Records for this task below:
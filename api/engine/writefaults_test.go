package engine_test

import (
	"net/http"
	"testing"
	"time"

	"github.com/deadspace-fhir/deadspace/fhir/fhirtest/fakefhir"
)

// A create too large for one transaction whose Provenance, sent on its
// own, is refused after the Observations landed: after a restart, the
// retry's conditional creates match (200) and the Provenance is sent again,
// once.
func TestCreateProvenanceIsWrittenAfterItsObservationsLanded(t *testing.T) {
	r := newWriteRig(t, 2)
	r.open()
	r.fake.Inject(fakefhir.Fault{Method: http.MethodPost, Path: "Provenance", Status: http.StatusInternalServerError, Times: 1})
	r.ingest(append(r.inputs, r.gas(1, 44))...)
	r.eng.FlushNow(t.Context())
	r.restart()
	r.mustDrain(10)
	r.wantCurrent(2)
	if got := r.activities(); got["CREATE"] != 1 || len(r.provenances()) != 1 {
		t.Errorf("the server holds Provenances %v, want one CREATE", got)
	}
}

// A correction arrives while the create of the old value waits in the
// outbox (after a 503), and the process restarts: the server ends with the
// corrected value, amended, and one Provenance per write.
func TestCorrectionWhileTheOldWriteWaits(t *testing.T) {
	r := newWriteRig(t, 0)
	r.open()
	r.fake.Fail(http.MethodPost, "", http.StatusServiceUnavailable, "", 1)
	r.ingest(append(r.inputs, r.gas(1, 44))...)
	r.eng.FlushNow(t.Context())
	r.ingest(r.gas(2, 47))
	r.restart()
	r.mustDrain(10)
	r.wantCurrent(2)
	for _, vs := range r.values() {
		if vs[0].status != "amended" {
			t.Errorf("server status %s, want amended", vs[0].status)
		}
	}
	if got := r.activities(); got["CREATE"] != 1 || got["UPDATE"] != 1 {
		t.Errorf("Provenances %v, want one CREATE and one UPDATE", got)
	}
}

// A 5xx storm while a value is created, revised twice and withdrawn, with
// a restart during it: every write waits in order, and once the server
// recovers it ends withdrawn.
func TestServerErrorStormThenRecovery(t *testing.T) {
	r := newWriteRig(t, 2)
	r.open()
	r.fake.Fail(http.MethodPost, "", http.StatusInternalServerError, "", 0)
	r.ingest(append(r.inputs, r.gas(1, 44))...)
	r.drain(3)
	r.ingest(r.gas(2, 47))
	r.drain(3)
	r.restart()
	r.ingest(r.gas(3, 49))
	r.ingest(obs("gas", "4", "entered-in-error", "2019-8", "mm[Hg]", 49, r.at, r.updated.Add(4*time.Minute)))
	r.drain(3)
	if d := r.health().Stats.OutboxDepth; d != 5 { // the create, two revisions, a withdrawal per value
		t.Fatalf("the outbox holds %d writes during the storm, want 5", d)
	}
	r.fake.ClearFaults()
	r.mustDrain(20)
	r.wantCurrent(2)
	for _, vs := range r.values() {
		if vs[0].status != "entered-in-error" {
			t.Errorf("server status %s, want entered-in-error", vs[0].status)
		}
	}
}

// A derived Observation deleted on the server: its revision is refused
// with 410 and goes to the dead letters (404 and 410 are permanent).
func TestRevisionOfADeletedObservationIsBuried(t *testing.T) {
	r := newWriteRig(t, 0)
	r.openAndCreate()
	gone := r.anyValue()
	r.fake.Inject(fakefhir.Fault{Method: http.MethodPost, Path: "", Status: http.StatusGone, Text: "Observation/" + gone.id + " is deleted"})
	r.ingest(r.gas(2, 47))
	left := r.drain(5)
	if h := r.health(); left != 0 || h.Stats.DeadLetters != 1 {
		t.Errorf("after 410: %d writes left, %d dead letters; want 0 and 1", left, h.Stats.DeadLetters)
	}
}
End of Records for this task.
▸ **Problem to solve**:
Generate a verbatim printout of all the entries.

▸ **Output for this task**:
filename api/engine/writefaults_test.go
package engine_test

import (
	"net/http"
	"testing"
	"time"

	"github.com/deadspace-fhir/deadspace/fhir/fhirtest/fakefhir"
)

// A create too large for one transaction whose Provenance, sent on its
// own, is refused after the Observations landed: after a restart, the
// retry's conditional creates match (200) and the Provenance is sent again,
// once.
func TestCreateProvenanceIsWrittenAfterItsObservationsLanded(t *testing.T) {
	r := newWriteRig(t, 2)
	r.open()
	r.fake.Inject(fakefhir.Fault{Method: http.MethodPost, Path: "Provenance", Status: http.StatusInternalServerError, Times: 1})
	r.ingest(append(r.inputs, r.gas(1, 44))...)
	r.eng.FlushNow(t.Context())
	r.restart()
	r.mustDrain(10)
	r.wantCurrent(2)
	if got := r.activities(); got["CREATE"] != 1 || len(r.provenances()) != 1 {
		t.Errorf("the server holds Provenances %v, want one CREATE", got)
	}
}

// A correction arrives while the create of the old value waits in the
// outbox (after a 503), and the process restarts: the server ends with the
// corrected value, amended, and one Provenance per write.
func TestCorrectionWhileTheOldWriteWaits(t *testing.T) {
	r := newWriteRig(t, 0)
	r.open()
	r.fake.Fail(http.MethodPost, "", http.StatusServiceUnavailable, "", 1)
	r.ingest(append(r.inputs, r.gas(1, 44))...)
	r.eng.FlushNow(t.Context())
	r.ingest(r.gas(2, 47))
	r.restart()
	r.mustDrain(10)
	r.wantCurrent(2)
	for _, vs := range r.values() {
		if vs[0].status != "amended" {
			t.Errorf("server status %s, want amended", vs[0].status)
		}
	}
	if got := r.activities(); got["CREATE"] != 1 || got["UPDATE"] != 1 {
		t.Errorf("Provenances %v, want one CREATE and one UPDATE", got)
	}
}

// A 5xx storm while a value is created, revised twice and withdrawn, with
// a restart during it: every write waits in order, and once the server
// recovers it ends withdrawn.
func TestServerErrorStormThenRecovery(t *testing.T) {
	r := newWriteRig(t, 2)
	r.open()
	r.fake.Fail(http.MethodPost, "", http.StatusInternalServerError, "", 0)
	r.ingest(append(r.inputs, r.gas(1, 44))...)
	r.drain(3)
	r.ingest(r.gas(2, 47))
	r.drain(3)
	r.restart()
	r.ingest(r.gas(3, 49))
	r.ingest(obs("gas", "4", "entered-in-error", "2019-8", "mm[Hg]", 49, r.at, r.updated.Add(4*time.Minute)))
	r.drain(3)
	if d := r.health().Stats.OutboxDepth; d != 5 { // the create, two revisions, a withdrawal per value
		t.Fatalf("the outbox holds %d writes during the storm, want 5", d)
	}
	r.fake.ClearFaults()
	r.mustDrain(20)
	r.wantCurrent(2)
	for _, vs := range r.values() {
		if vs[0].status != "entered-in-error" {
			t.Errorf("server status %s, want entered-in-error", vs[0].status)
		}
	}
}

// A derived Observation deleted on the server: its revision is refused
// with 410 and goes to the dead letters (404 and 410 are permanent).
func TestRevisionOfADeletedObservationIsBuried(t *testing.T) {
	r := newWriteRig(t, 0)
	r.openAndCreate()
	gone := r.anyValue()
	r.fake.Inject(fakefhir.Fault{Method: http.MethodPost, Path: "", Status: http.StatusGone, Text: "Observation/" + gone.id + " is deleted"})
	r.ingest(r.gas(2, 47))
	left := r.drain(5)
	if h := r.health(); left != 0 || h.Stats.DeadLetters != 1 {
		t.Errorf("after 410: %d writes left, %d dead letters; want 0 and 1", left, h.Stats.DeadLetters)
	}
}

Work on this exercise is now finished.